Saved entries:
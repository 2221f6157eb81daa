"""moerun.files.modelfile: header validation (docs/design/architecture.md, invariants: files are trusted only after validation) and the writer's layout.

Corrupt files are made by editing the header of a freshly written synthetic model.
"""

from __future__ import annotations

import json
import struct

import numpy as np
import pytest
from conftest import edit_header, read_raw, write_raw
from safetensors.numpy import load_file

from moerun.errors import BadModelFile
from moerun.files.modelfile import (
    MAX_HEADER_BYTES,
    digest,
    read_header,
    recorded_digests,
    save_model_file,
    storage_order,
)


def _weights(model_dir):
    return model_dir / "model.safetensors"


def test_written_file_header_is_accepted_and_lists_every_tensor(fresh_model):
    h = read_header(_weights(fresh_model))
    lib = load_file(str(_weights(fresh_model)))  # reference reader: safetensors 0.8.0
    assert set(h.tensors) == set(lib)
    for name, t in h.tensors.items():
        assert t.shape == lib[name].shape
        assert t.nbytes == lib[name].nbytes


def test_writer_stores_each_expert_as_one_contiguous_range_in_layer_expert_order(tmp_path):
    rng = np.random.default_rng(0)
    tensors = {"embed": rng.standard_normal((3, 2)).astype(np.float32)}
    for e in (0, 1, 2, 10, 11):  # experts.10 sorts before experts.2 as text; the writer must not care
        for part, shape in (("w_gate", (2, 3)), ("w_up", (2, 3)), ("w_down", (3, 2))):
            tensors[f"layers.0.experts.{e}.{part}"] = rng.standard_normal(shape).astype(np.float32)
    path = tmp_path / "m.safetensors"
    save_model_file(path, tensors)
    h = read_header(path)
    by_start = [t.name for t in sorted(h.tensors.values(), key=lambda t: t.start)]
    assert by_start == storage_order(tensors)
    expert_order = [n.split(".")[3] for n in by_start if ".experts." in n][::3]
    assert expert_order == ["0", "1", "2", "10", "11"]
    for e in (0, 1, 2, 10, 11):
        parts = [h.tensors[f"layers.0.experts.{e}.{p}"] for p in ("w_gate", "w_up", "w_down")]
        assert parts[0].end == parts[1].start and parts[1].end == parts[2].start


def test_writer_output_loads_identically_in_the_safetensors_library(tmp_path):
    rng = np.random.default_rng(1)
    tensors = {
        "a": rng.standard_normal((4, 5)).astype(np.float32),
        "b": rng.standard_normal(7).astype(np.float16),
        "c": np.arange(6, dtype=np.int64).reshape(2, 3),
    }
    path = tmp_path / "x.safetensors"
    save_model_file(path, tensors, {"k": "v"})
    lib = load_file(str(path))  # reference reader: safetensors 0.8.0
    assert set(lib) == set(tensors)
    for name, a in tensors.items():
        assert lib[name].dtype == a.dtype
        assert np.array_equal(lib[name], a)
    assert read_header(path).metadata["k"] == "v"


def test_writer_stores_big_endian_arrays_as_little_endian_values(tmp_path):
    path = tmp_path / "be.safetensors"
    values = np.arange(6, dtype=np.float32).reshape(2, 3)
    save_model_file(path, {"a": values.astype(">f4"), "b": np.array([1, -2], dtype=">i8")})
    lib = load_file(str(path))  # reference reader: safetensors 0.8.0 (the format is little-endian)
    assert np.array_equal(lib["a"], values)
    assert lib["b"].tolist() == [1, -2]


def test_writer_records_digests_that_match_the_stored_bytes(fresh_model):
    h = read_header(_weights(fresh_model))
    digests = recorded_digests(h)
    assert digests is not None and set(digests) == set(h.tensors)
    raw = _weights(fresh_model).read_bytes()
    for name, t in h.tensors.items():
        assert digests[name] == digest(raw[t.start : t.end])


def test_writer_leaves_no_temporary_file_behind(tmp_path):
    save_model_file(tmp_path / "m.safetensors", {"x": np.zeros(3, np.float32)})
    assert [p.name for p in tmp_path.iterdir()] == ["m.safetensors"]


# ---------------------------------------------------------------------------- corrupt headers


def _truncate_to(n):
    def corrupt(path):
        path.write_bytes(path.read_bytes()[:n])

    return corrupt


def _truncate_data(path):
    blob = path.read_bytes()
    path.write_bytes(blob[: len(blob) - 1000])


def _length_past_end(path):
    blob = path.read_bytes()
    path.write_bytes(struct.pack("<Q", len(blob)) + blob[8:])


def _length_implausible(path):
    blob = path.read_bytes()
    path.write_bytes(struct.pack("<Q", MAX_HEADER_BYTES + 1) + blob[8:])
    with open(path, "r+b") as f:
        f.truncate(MAX_HEADER_BYTES + 16)  # sparse: long enough that only the size limit is broken


def _not_json(path):
    doc, data = read_raw(path)
    head = json.dumps(doc).encode()
    write_raw(path, b"{" + b"x" * (len(head) - 1), data)


def _not_utf8(path):
    doc, data = read_raw(path)
    write_raw(path, b"\xff\xfe" + json.dumps(doc).encode(), data)


def _not_object(path):
    _, data = read_raw(path)
    write_raw(path, b"[1, 2, 3]", data)


def _set(name, key, value):
    def corrupt(path):
        edit_header(path, lambda doc: doc[name].__setitem__(key, value))

    return corrupt


def _offsets_outside(path):
    doc, data = read_raw(path)
    size = doc["final_norm"]["data_offsets"][1] - doc["final_norm"]["data_offsets"][0]
    doc["final_norm"]["data_offsets"] = [len(data), len(data) + size]
    write_raw(path, doc, data)


def _overlap(path):
    def edit(doc):
        doc["layers.0.moe_norm"]["data_offsets"] = list(doc["layers.0.attn_norm"]["data_offsets"])

    edit_header(path, edit)


def _size_mismatch(path):
    edit_header(path, lambda doc: doc["final_norm"].__setitem__("shape", [doc["final_norm"]["shape"][0] + 1]))


def _bad_metadata(path):
    edit_header(path, lambda doc: doc.__setitem__("__metadata__", {"format": 1}))


CORRUPTIONS = {
    "truncated to 5 bytes": (_truncate_to(5), "truncated"),
    "truncated inside the data": (_truncate_data, "outside the data"),
    "header length past the end": (_length_past_end, "past the end"),
    "header length implausible": (_length_implausible, "implausibly large"),
    "header not JSON": (_not_json, "not valid JSON"),
    "header not UTF-8": (_not_utf8, "not valid JSON"),
    "header not an object": (_not_object, "not a JSON object"),
    "unknown dtype": (_set("embed", "dtype", "F33"), "unknown dtype"),
    "negative shape": (_set("embed", "shape", [-1, 32]), "invalid shape"),
    "offsets not a pair": (_set("embed", "data_offsets", [0]), "invalid data_offsets"),
    "offsets outside the file": (_offsets_outside, "outside the data"),
    "overlapping offsets": (_overlap, "overlap"),
    "size disagrees with shape": (_size_mismatch, "needs"),
    "metadata not strings": (_bad_metadata, "__metadata__"),
}


@pytest.mark.parametrize("case", sorted(CORRUPTIONS))
def test_corrupt_header_raises_bad_model_file_naming_the_problem(fresh_model, case):
    corrupt, phrase = CORRUPTIONS[case]
    path = _weights(fresh_model)
    corrupt(path)
    with pytest.raises(BadModelFile) as err:
        read_header(path)
    message = str(err.value)
    assert phrase in message
    assert "\n" not in message


def test_missing_weight_file_raises_bad_model_file(tmp_path):
    with pytest.raises(BadModelFile, match="missing"):
        read_header(tmp_path / "model.safetensors")


def test_zero_sized_tensors_may_share_an_offset(tmp_path):
    path = tmp_path / "z.safetensors"
    save_model_file(path, {"a": np.zeros(0, np.float32), "b": np.zeros(0, np.float32), "c": np.ones(2, np.float32)})
    h = read_header(path)
    assert h.tensors["a"].nbytes == 0 and h.tensors["c"].nbytes == 8


def test_the_one_header_writer_serves_both_writers_and_the_safetensors_library_reads_it(tmp_path):
    from safetensors import safe_open

    from moerun.files.modelfile import header_bytes
    from moerun.makers.synthetic import write_tensors_streaming

    rng = np.random.default_rng(5)
    arrays = {"embed": rng.standard_normal((4, 3)).astype("<f4"), "norm": rng.standard_normal(5).astype("<f2")}
    whole, streamed = tmp_path / "whole.safetensors", tmp_path / "streamed.safetensors"
    save_model_file(whole, arrays, {"note": "n"})
    layout = [(name, "F32" if a.dtype == np.float32 else "F16", a.shape) for name, a in arrays.items()]
    write_tensors_streaming(streamed, layout, lambda name: [arrays[name]], {"note": "n"})
    assert whole.read_bytes() == streamed.read_bytes()
    # reference reader: the safetensors library (0.8.0): the values and the metadata come back as written
    with safe_open(str(whole), "numpy") as f:
        assert f.metadata()["note"] == "n" and f.metadata()["format"] == "moerun/1"
        for name, a in arrays.items():
            assert np.array_equal(f.get_tensor(name), a)
    blob = header_bytes([(n, t, s, int(np.prod(s)) * (4 if t == "F32" else 2)) for n, t, s in layout], {}, None)
    assert len(blob) % 8 == 0 and blob.rstrip(b" ").endswith(b"}")  # padded with spaces so the data starts aligned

WORK ITEM » Say how many lines above contain the string "dtype". Answer with the number only.

RESPONSE FOR THIS EXERCISE » 6